Consumer Payment Card News

Cyber Crooks Develop Formjacking to Capture Customer Credit Card Details via E-Tailers

Cyber crooks are getting bored while becoming more sophisticated, driving online shoppers and online retailers crazy. The latest criminal scheme is injecting malicious code into retailers’ websites to steal shoppers’ payment card details. Formjacking attacks are more ambitious, destructive, and stealthy.

Cyber Crooks Formjacking

While a number of well-known retailers’ online payment websites, including Ticketmaster and British Airways, were compromised with formjacking code in recent months, small and medium-size retailers are, by and large, the most widely compromised.

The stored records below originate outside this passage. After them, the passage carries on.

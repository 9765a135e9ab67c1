"""Speed suite: splitlift against reference implementations, timed in one run."""

from __future__ import annotations

import warnings

import numpy as np
from sklearn.base import clone

from ..estimators import HessianDirections, SlicedAverageVariance, SlicedInverse
from ._timing import best_time, peak_memory, table, timed


def moment_methods(n_samples: int = 1_000_000, n_features: int = 20, repeats: int = 3) -> dict:
    """SIR, SAVE and pHd against statsmodels' ``regression.dimred`` and one ``X.T @ X``.

    Same data, same slicing (``n_slices = 10``, statsmodels' ``slice_n = n / 10``),
    best of at least 7 runs each (a tenth of a second varies most from run
    to run, and every timing gets the same number of tries). Peak memory is
    the tracemalloc peak during our fit divided by the size of X.
    """
    from statsmodels.regression.dimred import SAVE, PrincipalHessianDirections, SlicedInverseReg

    generator = np.random.default_rng(0)
    X = generator.standard_normal((n_samples, n_features))
    y = X[:, 0] / (0.5 + (X[:, 1] + 1.5) ** 2) + 0.1 * generator.standard_normal(n_samples)
    per_slice = n_samples // 10
    fast_repeats = max(repeats, 7)
    product = best_time(lambda: X.T @ X, fast_repeats)
    cases = [
        ("SIR", SlicedInverse(n_slices=10), lambda: SlicedInverseReg(y, X).fit(slice_n=per_slice)),
        ("SAVE", SlicedAverageVariance(n_slices=10), lambda: SAVE(y, X).fit(slice_n=per_slice)),
        ("pHd", HessianDirections(), lambda: PrincipalHessianDirections(y, X).fit()),
    ]
    rows = []
    with warnings.catch_warnings():
        warnings.simplefilter("ignore")
        for name, estimator, reference in cases:
            ours = best_time(lambda estimator=estimator: estimator.fit(X, y), fast_repeats)
            theirs = best_time(reference, fast_repeats)
            memory = peak_memory(lambda estimator=estimator: estimator.fit(X, y))
            rows.append({
                "method": name, "splitlift_s": ours, "statsmodels_s": theirs, "xtx_s": product,
                "speedup_vs_statsmodels": theirs / ours, "ratio_to_xtx": ours / product,
                "peak_memory_over_X": memory / X.nbytes,
            })
    return {"n_samples": n_samples, "n_features": n_features, "rows": rows}


def gradient_scaling(sizes=(10_000, 30_000, 100_000), n_features: int = 20, dim: int = 3) -> dict:
    """OPG with its defaults as n grows: time, peak memory, largest angle to the truth."""
    from ..estimators import GradientOuterProduct
    from .gradient import _measure, synthetic_index_data

    rows = []
    for n in sizes:
        X, y, basis = synthetic_index_data(n, n_features, dim, 0)
        rows.append(_measure(GradientOuterProduct(dim=dim, random_state=0), X, y, basis))
    return {"rows": rows}


def average_derivative_memory(n_samples: int = 20_000, n_features: int = 20) -> dict:
    """Density-weighted ADE (pairwise U-statistic in chunks): time and peak memory."""
    from ..estimators import AverageDerivative
    from .gradient import _measure, synthetic_index_data

    X, y, basis = synthetic_index_data(n_samples, n_features, 1, 0)
    return _measure(AverageDerivative(dim=1), X, y, basis)


def dimension_and_stability(n_samples: int = 10_000, n_features: int = 20,
                            n_boot: int = 200) -> dict:
    """Time of ``dim="auto"`` (default rule) against one fixed-dimension fit, and of
    ``stability(n_boot)``, for SIR and OPG."""
    from ..estimators import GradientOuterProduct
    from ..stability import stability
    from .gradient import synthetic_index_data

    X, y, _ = synthetic_index_data(n_samples, n_features, 2, 0)
    rows = []
    for name, estimator in (("SIR", SlicedInverse(dim="auto")),
                            ("OPG", GradientOuterProduct(dim="auto", random_state=0))):
        auto, _ = timed(lambda estimator=estimator: estimator.fit(X, y))
        fixed = clone(estimator).set_params(dim=max(estimator.dim_, 1))
        one_fit, _ = timed(lambda fixed=fixed: fixed.fit(X, y))
        boot, _ = timed(lambda estimator=estimator: stability(
            estimator, X, y, n_boot=n_boot, random_state=0, progress=False))
        rows.append({"method": name, "rule": estimator.dim_test_.rule, "dim": estimator.dim_,
                     "fit_seconds": one_fit, "auto_seconds": auto,
                     "auto_over_fit": auto / one_fit, "stability_seconds": boot,
                     "n_boot": n_boot})
    return {"n_samples": n_samples, "n_features": n_features, "rows": rows}


def dimension_choice(n_samples: int = 4_000, n_features: int = 20, seeds=(0, 1, 2),
                     modes=("local", "refit")) -> dict:
    """How often OPG's ladle picks the true dimension, redrawing local terms or refitting.

    The test functions are those of :func:`~splitlift.bench.gradient.synthetic_index_data`
    with 1, 2 and 3 hidden directions.
    """
    from ..dimension import LadleEstimator
    from ..estimators import GradientOuterProduct
    from .gradient import synthetic_index_data

    rows = []
    for mode in modes:
        right, seconds = 0, 0.0
        for true_dim in (1, 2, 3):
            for seed in seeds:
                X, y, _ = synthetic_index_data(n_samples, n_features, true_dim, seed)
                estimator = GradientOuterProduct(dim="auto", random_state=seed, dim_rule=(
                    LadleEstimator(resample=mode, random_state=seed)))
                elapsed, _ = timed(lambda estimator=estimator, X=X, y=y: estimator.fit(X, y))
                right += estimator.dim_ == true_dim
                seconds += elapsed
        rows.append({"resample": mode, "right": right, "cases": 3 * len(seeds),
                     "seconds": seconds})
    return {"n_samples": n_samples, "n_features": n_features, "rows": rows}


def command_line_startup(repeats: int = 3) -> dict:
    """Best wall time of ``python -m splitlift --help`` in a fresh process (lazy imports)."""
    import subprocess
    import sys
    import time

    seconds = []
    for _ in range(repeats):
        began = time.perf_counter()
        subprocess.run([sys.executable, "-m", "splitlift", "--help"], check=True,
                       capture_output=True)
        seconds.append(time.perf_counter() - began)
    return {"help_seconds": min(seconds), "repeats": repeats}


def run_speed(quick: bool, out) -> dict:
    results = {}
    startup = command_line_startup()
    results["command_line_startup"] = startup
    out.write(f"\ncommand-line start-up: splitlift --help in {startup['help_seconds']:.3f} s "
              f"(best of {startup['repeats']} fresh processes)\n")
    n = 100_000 if quick else 1_000_000
    results["moment_methods"] = moment_methods(n, 20, 2 if quick else 3)
    out.write(f"\nmoment methods, n = {n}, d = 20 (best of repeats, seconds)\n")
    out.write(table(results["moment_methods"]["rows"], [
        ("method", "method", "s"), ("splitlift_s", "splitlift", ".3f"),
        ("statsmodels_s", "statsmodels", ".3f"), ("xtx_s", "X.T@X", ".3f"),
        ("speedup_vs_statsmodels", "speed-up", ".1f"), ("ratio_to_xtx", "x X.T@X", ".1f"),
        ("peak_memory_over_X", "peak/X", ".2f")]) + "\n")
    sizes = (5_000, 20_000) if quick else (10_000, 30_000, 100_000)
    results["gradient_scaling"] = gradient_scaling(sizes)
    out.write("\nouter product of gradients with its defaults, d = 20, dim 3\n")
    out.write(table(results["gradient_scaling"]["rows"], [
        ("n_samples", "n", "d"), ("seconds", "seconds", ".2f"),
        ("largest_angle_degrees", "angle (deg)", ".2f"),
        ("peak_memory_mb", "peak MB", ".1f"), ("data_memory_mb", "X MB", ".1f")]) + "\n")
    ade = average_derivative_memory(5_000 if quick else 20_000)
    results["average_derivative"] = ade
    out.write(f"\ndensity-weighted average derivative, n = {ade['n_samples']}, d = 20: "
              f"{ade['seconds']:.2f} s, peak {ade['peak_memory_mb']:.1f} MB "
              f"(X {ade['data_memory_mb']:.1f} MB), angle {ade['largest_angle_degrees']:.2f} deg\n")
    for key, n_auto in (("dimension_and_stability", 5_000 if quick else 10_000),
                        ("dimension_large_n", 20_000 if quick else 100_000)):
        auto = dimension_and_stability(n_auto, 20, 50 if quick else 200)
        results[key] = auto
        out.write(f"\ndim='auto' and stability, n = {auto['n_samples']}, d = 20\n")
        out.write(table(auto["rows"], [
            ("method", "method", "s"), ("rule", "default rule", "s"), ("dim", "dim", "d"),
            ("fit_seconds", "one fit (s)", ".2f"), ("auto_seconds", "auto (s)", ".2f"),
            ("auto_over_fit", "auto/fit", ".2f"), ("n_boot", "n_boot", "d"),
            ("stability_seconds", "stability (s)", ".2f")]) + "\n")
    choice = (dimension_choice(3_000, 20, (0,), ("local",)) if quick  # refits take minutes
              else dimension_choice(4_000, 20, (0, 1, 2)))
    results["dimension_choice"] = choice
    out.write(f"\nOPG ladle: true dimension chosen, n = {choice['n_samples']}, d = 20\n")
    out.write(table(choice["rows"], [
        ("resample", "resample", "s"), ("right", "right", "d"), ("cases", "of", "d"),
        ("seconds", "seconds", ".1f")]) + "\n")
    from .forest import run_forest_speed

    results["forest"] = run_forest_speed(quick, out)
    return results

Symantec, the top cyber security company, says its research reveals cyber criminals may have collected tens of millions of dollars last year, stealing consumers’ financial and personal information through credit card fraud and sales on the dark web. Just 10 credit cards stolen from each compromised website could result in a yield of up to $2.2 million each month, with a single credit card fetching up to $45 in the underground selling forums. With more than 380,000 credit cards stolen, the British Airways attack alone may have allowed criminals to net more than $17 million.

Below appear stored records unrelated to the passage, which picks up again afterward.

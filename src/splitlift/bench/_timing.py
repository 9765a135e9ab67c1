"""Timing helpers shared by the benchmark suites."""

from __future__ import annotations

import os
import platform
import sys
import time
import tracemalloc
from collections.abc import Callable
from datetime import datetime, timezone

import numpy as np

from .._tables import text_table


def best_time(function: Callable[[], object], repeats: int = 3) -> float:
    """Best wall-clock time of ``repeats`` calls, in seconds."""
    return best_timed(function, repeats)[0]


def best_timed(function: Callable[[], object], repeats: int = 3) -> tuple[float, object]:
    """Best wall-clock seconds of ``repeats`` calls, and the last call's result."""
    best, result = np.inf, None
    for _ in range(repeats):
        seconds, result = timed(function)
        best = min(best, seconds)
    return best, result


def timed(function: Callable[[], object]) -> tuple[float, object]:
    """Wall-clock seconds of one call, and its result."""
    started = time.perf_counter()
    result = function()
    return time.perf_counter() - started, result


def peak_memory(function: Callable[[], object]) -> int:
    """Peak bytes allocated through Python's allocators (numpy included) while it runs."""
    return timed_with_memory(function)[1]


def timed_with_memory(function: Callable[[], object]) -> tuple[float, int]:
    """Seconds and tracemalloc peak bytes of one call (the timing includes tracing)."""
    tracemalloc.start()
    try:
        seconds, _ = timed(function)
        return seconds, tracemalloc.get_traced_memory()[1]
    finally:
        tracemalloc.stop()


def machine_description() -> dict:
    """Where and when a benchmark ran."""
    try:
        from threadpoolctl import threadpool_info

        blas = [f"{p.get('internal_api')} {p.get('version')} ({p.get('num_threads')} threads)"
                for p in threadpool_info() if p.get("user_api") == "blas"]
    except ImportError:  # pragma: no cover - threadpoolctl comes with scikit-learn
        blas = []
    return {
        "date": datetime.now(timezone.utc).isoformat(timespec="seconds"),
        "python": sys.version.split()[0],
        "numpy": np.__version__,
        "platform": platform.platform(),
        "processor": platform.processor() or platform.machine(),
        "cpu_count": os.cpu_count(),
        "blas": blas,
    }


def table(rows: list[dict], columns: list[tuple[str, str, str]]) -> str:
    """A plain-text table: columns are (key, header, format spec); see :mod:`splitlift._tables`."""
    return text_table(rows, columns)
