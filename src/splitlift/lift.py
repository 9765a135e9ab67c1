"""The lift matrix: split directions with weights, built from a subspace."""

from __future__ import annotations

from numbers import Integral

import numpy as np
from scipy.stats import norm, qmc
from sklearn.utils import check_random_state

from . import geometry
from ._validation import (
    as_real_array,
    check_basis,
    check_feature_names,
    check_finite_matrix,
    check_finite_real,
    check_fraction,
    check_metadata,
    check_n_features,
)
from .persistence import read_lift_file, write_lift_file
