"""Model selection: everything that cross-validates a forest on lifted features.

This layer sits above the estimators and the transformer. It holds the folds
and seeded forests that candidate scoring (:mod:`splitlift.scoring`) shares,
the cross-validation dimension rule (``dim_rule="cv"``, registered with
:mod:`splitlift.dimension`), and :class:`DirectionLiftCV`, the choice between
the raw inputs and lifts.
"""

from __future__ import annotations

import time
from dataclasses import dataclass
from numbers import Integral, Real

import numpy as np
from sklearn.base import BaseEstimator, TransformerMixin, clone, is_classifier
from sklearn.ensemble import (
    ExtraTreesClassifier,
    ExtraTreesRegressor,
    HistGradientBoostingClassifier,
    HistGradientBoostingRegressor,
    RandomForestClassifier,
    RandomForestRegressor,
)
from sklearn.metrics import get_scorer, get_scorer_names
from sklearn.model_selection import (
    KFold,
    RepeatedKFold,
    RepeatedStratifiedKFold,
    StratifiedKFold,
    check_cv,
)
from sklearn.preprocessing import FunctionTransformer
from sklearn.utils import check_random_state
from sklearn.utils._param_validation import HasMethods, Interval, StrOptions
from sklearn.utils.validation import _check_feature_names_in, check_is_fitted, validate_data

from . import dimension
from ._progress import parallel_map
from .estimators import AverageDerivative, SlicedInverse
from .forest import StitForestClassifier, StitForestRegressor
from .lift import LiftMatrix
from .moments import _is_discrete
from .transformer import ApplyLift, DirectionLift

__all__ = ["CrossValidatedDimension", "DirectionLiftCV"]

_SEED_BOUND = np.iinfo(np.int32).max

#: Forests known by name: (regressor, classifier).
FORESTS = {
    "random_forest": (RandomForestRegressor, RandomForestClassifier),
    "extra_trees": (ExtraTreesRegressor, ExtraTreesClassifier),
    "hist_gradient_boosting": (HistGradientBoostingRegressor, HistGradientBoostingClassifier),
    "stit": (StitForestRegressor, StitForestClassifier),
}
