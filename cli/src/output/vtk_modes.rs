//! One `.vtu` per mode with E, H and the heating density on the mesh, and a `.pvd`
//! collection listing them.
//!
//! The fields come from the solver (`antinode_solver::post::field`: E at the vertices,
//! H = ∇×E/(−jωμ0μr) and q = ½ωε0ε″|E|² at the cell centroids), scaled to 1 J of stored
//! energy; this module only lays them out as VTK arrays. VTK has no complex type, so
//! real and imaginary parts are separate arrays; `H_imag` of a lossless mode is the field
//! 90° out of phase with E. The heating array is in W/m³ per joule of stored energy,
//! hence its name.

use antinode_mesh::vtk::{self, CellBlock, DataArray, VtuPiece};
use antinode_solver::{Mode, ModeSet, RegionMaterial};
use anyhow::{Context, Result};
use std::path::Path;

/// Name of the heating array (cell data).
pub const HEATING: &str = "heating_W_per_m3_per_J";

/// File name of mode `index` (1-based).
pub fn file_name(index: usize) -> String {
    format!("mode_{index:03}.vtu")
}

/// Writes `mode_NNN.vtu` for every mode and `modes.pvd` (timestep = frequency in GHz).
/// `materials` holds the constants of each region id.
pub fn write_all(dir: &Path, set: &ModeSet<'_>, materials: &[RegionMaterial]) -> Result<()> {
    let mut entries = Vec::with_capacity(set.modes.len());
    for (i, mode) in set.modes.iter().enumerate() {
        let name = file_name(i + 1);
        write_one(&dir.join(&name), set, mode, materials)?;
        entries.push((mode.frequency_hz * 1e-9, name));
    }
    let pvd = dir.join("modes.pvd");
    vtk::write_pvd(&pvd, &entries)
        .with_context(|| format!("writing the mode collection {}", pvd.display()))?;
    Ok(())
}

fn write_one(
    path: &Path,
    set: &ModeSet<'_>,
    mode: &Mode,
    materials: &[RegionMaterial],
) -> Result<()> {
    let mesh = set.space.mesh;
    let fields = mode.fields(&set.space, materials);
    let mut point_data = vec![DataArray::Vectors {
        name: "E_real",
        values: &fields.vertex_e_real,
    }];
    if !fields.vertex_e_imag.is_empty() {
        point_data.push(DataArray::Vectors {
            name: "E_imag",
            values: &fields.vertex_e_imag,
        });
    }
    point_data.push(DataArray::Scalars {
        name: "E_magnitude",
        values: &fields.vertex_e_magnitude,
    });
    vtk::write_vtu(
        path,
        &VtuPiece {
            points: &mesh.nodes,
            cells: CellBlock::Tets(&mesh.tets),
            point_data,
            cell_data: vec![
                DataArray::UInts {
                    name: "region",
                    values: &mesh.tet_region,
                },
                DataArray::Vectors {
                    name: "H_real",
                    values: &fields.cell_h_real,
                },
                DataArray::Vectors {
                    name: "H_imag",
                    values: &fields.cell_h_imag,
                },
                DataArray::Scalars {
                    name: HEATING,
                    values: &fields.cell_heating,
                },
            ],
        },
    )
    .with_context(|| format!("writing mode field {}", path.display()))
}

Symantec’s latest Internet Security Threat Report also discovered:

  1. Nearly one in ten targeted attack groups now use malware to destroy and disrupt business operations; up 25% compared to 2017
  2. Attackers enhance tried-and-tested tactics including spear-phishing, hijacking legitimate tools, and malicious email attachments
  3. Enterprise ransomware infections jumped by 12%
  4. Cloud resources are increasingly easy targets for digital thieves with more than 70 million records stolen or leaked from poorly configured S3 public cloud storage buckets
  5. More attackers display interest in compromising operational and industrial control systems with the potential for sabotage


In recent years, ransomware and cryptojacking, where cyber criminals harness stolen processing power and cloud CPU usage from consumers and enterprises to mine cryptocurrency, were the go-to methods for cyber criminals looking to make easy money. However, 2018 brought drop-offs in activity and diminishing returns, primarily due to declining cryptocurrency values and increasing adoption of cloud and mobile computing, rendering attacks less effective. For the first time since 2013, ransomware infections declined, dropping by 20%.

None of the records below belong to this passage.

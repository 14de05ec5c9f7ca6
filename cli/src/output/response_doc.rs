//! `response.json` and `response.csv`: the driven response of `antinode drive`.
//!
//! JSON keys scripts rely on (issue 13): `ports`, `frequencies_ghz`, `s` (per frequency,
//! [out][in] of [re, im]), `power` (per frequency: `reflected`, `walls`, `loads` {name:
//! fraction of the total forward power}), `at` (per field frequency: `frequency_ghz`,
//! `absorbed_w` {load: W}, `walls_w`, `reflected_w`, `uniformity` {load: {`cov`,
//! `max_over_mean`, `min_over_mean`, `hot_fraction`, `cold_fraction`}},
//! `temperature_rise_k` {load: mean ΔT} with `--time`). Everything else is extra.

use anyhow::{Context, Result};
use serde::Serialize;
use std::collections::BTreeMap;
use std::path::Path;

/// Where the forward power goes at one frequency, as fractions of the total forward
/// power.
#[derive(Clone, Debug, Serialize)]
pub struct PowerFractions {
    /// Σ over ports of the outgoing power.
    pub reflected: f64,
    /// Per port.
    pub reflected_by_port: BTreeMap<String, f64>,
    pub walls: f64,
    pub loads: BTreeMap<String, f64>,
    /// 1 − reflected − walls − loads (zero for the discrete model: a check).
    pub balance_error: f64,
}

/// Uniformity figures of one load.
#[derive(Clone, Debug, Serialize)]
pub struct UniformityDoc {
    pub cov: f64,
    pub max_over_mean: f64,
    pub min_over_mean: f64,
    pub hot_fraction: f64,
    pub cold_fraction: f64,
    /// Volume-weighted mean density, W/m³.
    pub mean_w_per_m3: f64,
}

/// Temperature figures of one load.
#[derive(Clone, Debug, Serialize)]
pub struct TemperatureDoc {
    pub mean_rise_k: f64,
    pub max_rise_k: f64,
    pub mass_kg: f64,
    /// m c_p ΔT̄ / t: what a calorimetric power test of this load would read (equal to
    /// the absorbed power in this model: no conduction, no losses to the surroundings).
    pub calorimetric_power_w: f64,
}

/// Powers and heating figures of one field (single frequency or spectrum average).
#[derive(Clone, Debug, Serialize)]
pub struct FieldDoc {
    pub forward_w: f64,
    pub absorbed_w: BTreeMap<String, f64>,
    pub walls_w: f64,
    pub reflected_w: f64,
    pub reflected_w_by_port: BTreeMap<String, f64>,
    pub uniformity: BTreeMap<String, UniformityDoc>,
    #[serde(skip_serializing_if = "Option::is_none")]
    pub temperature_rise_k: Option<BTreeMap<String, f64>>,
    #[serde(skip_serializing_if = "Option::is_none")]
    pub temperature: Option<BTreeMap<String, TemperatureDoc>>,
}

/// One field frequency.
#[derive(Clone, Debug, Serialize)]
pub struct AtDoc {
    pub frequency_ghz: f64,
    /// The VTU file with this field.
    pub file: String,
    /// S from the direct solve at this frequency, [out][in] of [re, im].
    pub s: Vec<Vec<[f64; 2]>>,
    /// max |S_sweep − S_direct| here.
    pub sweep_vs_direct: f64,
    #[serde(flatten)]
    pub field: FieldDoc,
    /// With `--spread`: the same figures averaged over the source spectrum.
    #[serde(skip_serializing_if = "Option::is_none")]
    pub spread: Option<SpreadDoc>,
}

/// Averages over a source spectrum.
#[derive(Clone, Debug, Serialize)]
pub struct SpreadDoc {
    pub width_mhz: f64,
    pub weighting: String,
    pub samples_ghz: Vec<f64>,
    #[serde(flatten)]
    pub field: FieldDoc,
}

/// How the sweep went.
#[derive(Clone, Debug, Serialize)]
pub struct SweepDoc {
    pub method: String,
    pub expansion_points_ghz: Vec<f64>,
    pub krylov_blocks: Vec<usize>,
    pub basis: usize,
    pub converged: bool,
    pub tolerance_s: f64,
    pub tolerance_residual: f64,
    pub max_change_s: f64,
    pub max_residual: f64,
    pub factor_s: f64,
    pub krylov_s: f64,
    pub check_s: f64,
    pub factor_entries: usize,
}

/// The whole document.
#[derive(Clone, Debug, Serialize)]
pub struct ResponseDoc {
    pub geometry: String,
    pub title: String,
    pub order: u8,
    pub unknowns: usize,
    pub band_ghz: [f64; 2],
    pub ports: Vec<String>,
    pub loads: Vec<String>,
    /// Incident power per port (W) and phase (degrees).
    pub drive_w: BTreeMap<String, f64>,
    pub drive_phase_deg: BTreeMap<String, f64>,
    pub wall_conductivity: Option<f64>,
    pub conventions: String,
    pub frequencies_ghz: Vec<f64>,
    pub s: Vec<Vec<Vec<[f64; 2]>>>,
    pub power: Vec<PowerFractions>,
    pub at: Vec<AtDoc>,
    pub sweep: SweepDoc,
    pub mesh_s: f64,
    pub total_s: f64,
    pub safety: String,
}

pub fn write_json(path: &Path, doc: &ResponseDoc) -> Result<()> {
    let mut text = serde_json::to_string_pretty(doc).context("encoding the response as JSON")?;
    text.push('\n');
    super::folder::write_atomic(path, text)
}

/// `response.csv`: one line per frequency: S entries as re, im and dB (20 log10 |S|),
/// then the power fractions (reflected, walls, each load).
pub fn write_csv(path: &Path, doc: &ResponseDoc) -> Result<()> {
    let mut w =
        csv::Writer::from_path(path).with_context(|| format!("cannot write {}", path.display()))?;
    let mut header = vec!["frequency_ghz".to_string()];
    for q in &doc.ports {
        for p in &doc.ports {
            for part in ["re", "im", "db"] {
                header.push(format!("s_{q}_{p}_{part}"));
            }
        }
    }
    header.push("reflected".into());
    header.push("walls".into());
    for l in &doc.loads {
        header.push(format!("load_{l}"));
    }
    w.write_record(&header)?;
    for (i, f) in doc.frequencies_ghz.iter().enumerate() {
        let mut rec = vec![format!("{f:.9}")];
        for row in &doc.s[i] {
            for &[re, im] in row {
                rec.push(format!("{re:.9e}"));
                rec.push(format!("{im:.9e}"));
                rec.push(format!("{:.6}", 20.0 * re.hypot(im).log10()));
            }
        }
        let p = &doc.power[i];
        rec.push(format!("{:.9e}", p.reflected));
        rec.push(format!("{:.9e}", p.walls));
        for l in &doc.loads {
            rec.push(format!("{:.9e}", p.loads.get(l).copied().unwrap_or(0.0)));
        }
        w.write_record(&rec)?;
    }
    w.flush()
        .with_context(|| format!("cannot write {}", path.display()))
}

Symantec also notes the same security mistakes that were made on PCs during their initial adoption by the enterprise are now happening in the cloud. A single misconfigured cloud workload or storage instance could cost a company millions of dollars or land it in a compliance nightmare. In the past year alone, more than 70 million records were stolen or leaked from poorly configured S3 buckets. There are also numerous, easily-accessible tools that allow attackers to identify misconfigured cloud resources on the internet.

Internet of Things

While the volume of Internet of Things (IoT) attacks remains high and consistent with 2017 levels, the profile of IoT attacks is changing dramatically. Although routers and connected cameras make up the largest percentage of infected devices (90%), almost every IoT device has been proven vulnerable, with everything from smart light bulbs to voice assistants creating additional entry points for attackers.

Smart Phones

Smart phones could arguably be the greatest spying device ever created – a camera, a listening device and location tracker all in one that is willingly carried and used wherever its owner goes. While already targeted by nation-states for traditional spying, smart phones have also become a lucrative means by which to collect consumers’ personal information, with mobile app developers existing as the worst offenders.

According to Symantec research, 45% of the most popular Android apps and 25% of the most popular iOS apps request location tracking, 46% of popular Android apps and 24% of popular iOS apps request permission to access your device’s camera, and email addresses are shared with 44% of the top Android apps and 48% of the most popular iOS apps.

Digital tools that gather cellphone data for tracking children, friends, or lost phones are also on the rise and clearing the way for abuse to track others without consent. More than 200 apps and services offer stalkers a variety of capabilities, including basic location tracking, text harvesting, and even secret video recording.

Other Frauds

Identity theft is the biggest pain-in-the-tookus for Americans, affecting more than 500,000 per year. Unlike hacking your computer, cell phone or other devices, identity theft is usually low-tech committed by unsophisticated slime balls.

Ransomware attacks continue to plague businesses of all sizes including tiny firms, possibly costing U.S. business $100 billion this year. Healthcare firms and even religious organizations have been targeted. Students are also a prime target. While, individuals are targeted too, most hackers go where the money is.